Puisque Monsieur Romano participait à un documentaire sur les punks, nous en vîmes à parler de cinéma, et de la prise de son, particulièrement. Il parait que le son direct est une spécialité française. Une french touch, quoi. Le son direct, c'est le perchman, c'est le micro-cravatte. Les types du son sont fiers d'affirmer "Moi j'ai fais un film avec à peine 15-20% de postsynchronisation". Ailleurs, en Italie par exemple, on fait le son après, c'est leur tradition. C'est bien connu que Fellini demandait à ses acteurs de dire n'importe quoi, de compter par exemple, les dialogues étant enregistrés, voire écrits, après les prises de vue.

C'est à ce titre qu'un grand ingénieur du son français, comme Jean-Pierre Ruh fut engagé sur le film "Il était une fois en Amérique", de Sergio Leone. Un jour, gros plan sur le visage, pardon, les yeux de Robert de Niro. Gros plan comme d'hab, quoi, du Sergio Leone, logique. La caméra contre le nez.

Jean-Pierre Ruh est bien embêté : la scène se tourne, pas de difficulté pour placer le microphone, c'est un très gros plan ; mais de Niro est incompréhensible. Il n'articule pas, il marmonne son dialogue, comme moi après du Beaujolais Nouveau. Jean-Pierre Ruh se gratte la tête, il se demande comment il va faire pour demander à Robert "Taxi Driver" de Niro de soigner sa diction, d'énoncer plus distinctement, comme un vrai comédien, en fait. Il s'interroge sur la manière la plus diplomatique pour dire : "Tu sais, Bob, j'ai le micro au bord de tes lèvres, et j'en ai placé, des micros, moi le professionnel du son direct, et j'en ai entendu des acteurs, sur les plateaux, mais toi, on n'entrave que dalle ; alors articule quand tu parles".

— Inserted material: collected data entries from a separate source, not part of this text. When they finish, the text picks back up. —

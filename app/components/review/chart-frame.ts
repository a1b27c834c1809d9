/** Measures of the chart, px, for a phone and for a desk. */
export interface ChartFrame {
  /** Room for the gradations of pressure, left of the plot. */
  left: number;
  /** Room for the names of the curves, right of the plot. */
  right: number;
  top: number;
  /** The strip below the plot in which the holds stand. */
  holds: number;
  /** The row of times below that. */
  times: number;
  lanes: number;
  laneHeight: number;
  /** The most times along the axis. */
  mostTimes: number;
  letters: number;
}

const phone: ChartFrame = {
  left: 38,
  right: 64,
  top: 30,
  holds: 22,
  times: 26,
  lanes: 5,
  laneHeight: 24,
  mostTimes: 5,
  letters: 15,
};

const desk: ChartFrame = { ...phone, left: 46, right: 84, lanes: 4, mostTimes: 11, letters: 16 };

/** From this width on the chart has the room of a desk, px. */
const deskWidth = 700;

export const frameFor = (width: number): ChartFrame => (width < deskWidth ? phone : desk);

/** Everything below the plot. */
export const belowPlot = ({ holds, times, lanes, laneHeight }: ChartFrame): number =>
  holds + times + lanes * laneHeight + 4;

Il est bien embêté, mais il est ingénieur du son tout de même, il tourne le dernier film de Sergio Leone, et il ne va pas prendre sur ses épaules la responsabilité d'un tel désastre. Ainsi, il courbe l'échine, il va voir Robert de Niro, et il lui dit, en substance qu'on ne comprend rien à ce qu'il baragouine ; et est-ce qu'il pourrait pas - s'il vous plaît - articuler un peu plus ?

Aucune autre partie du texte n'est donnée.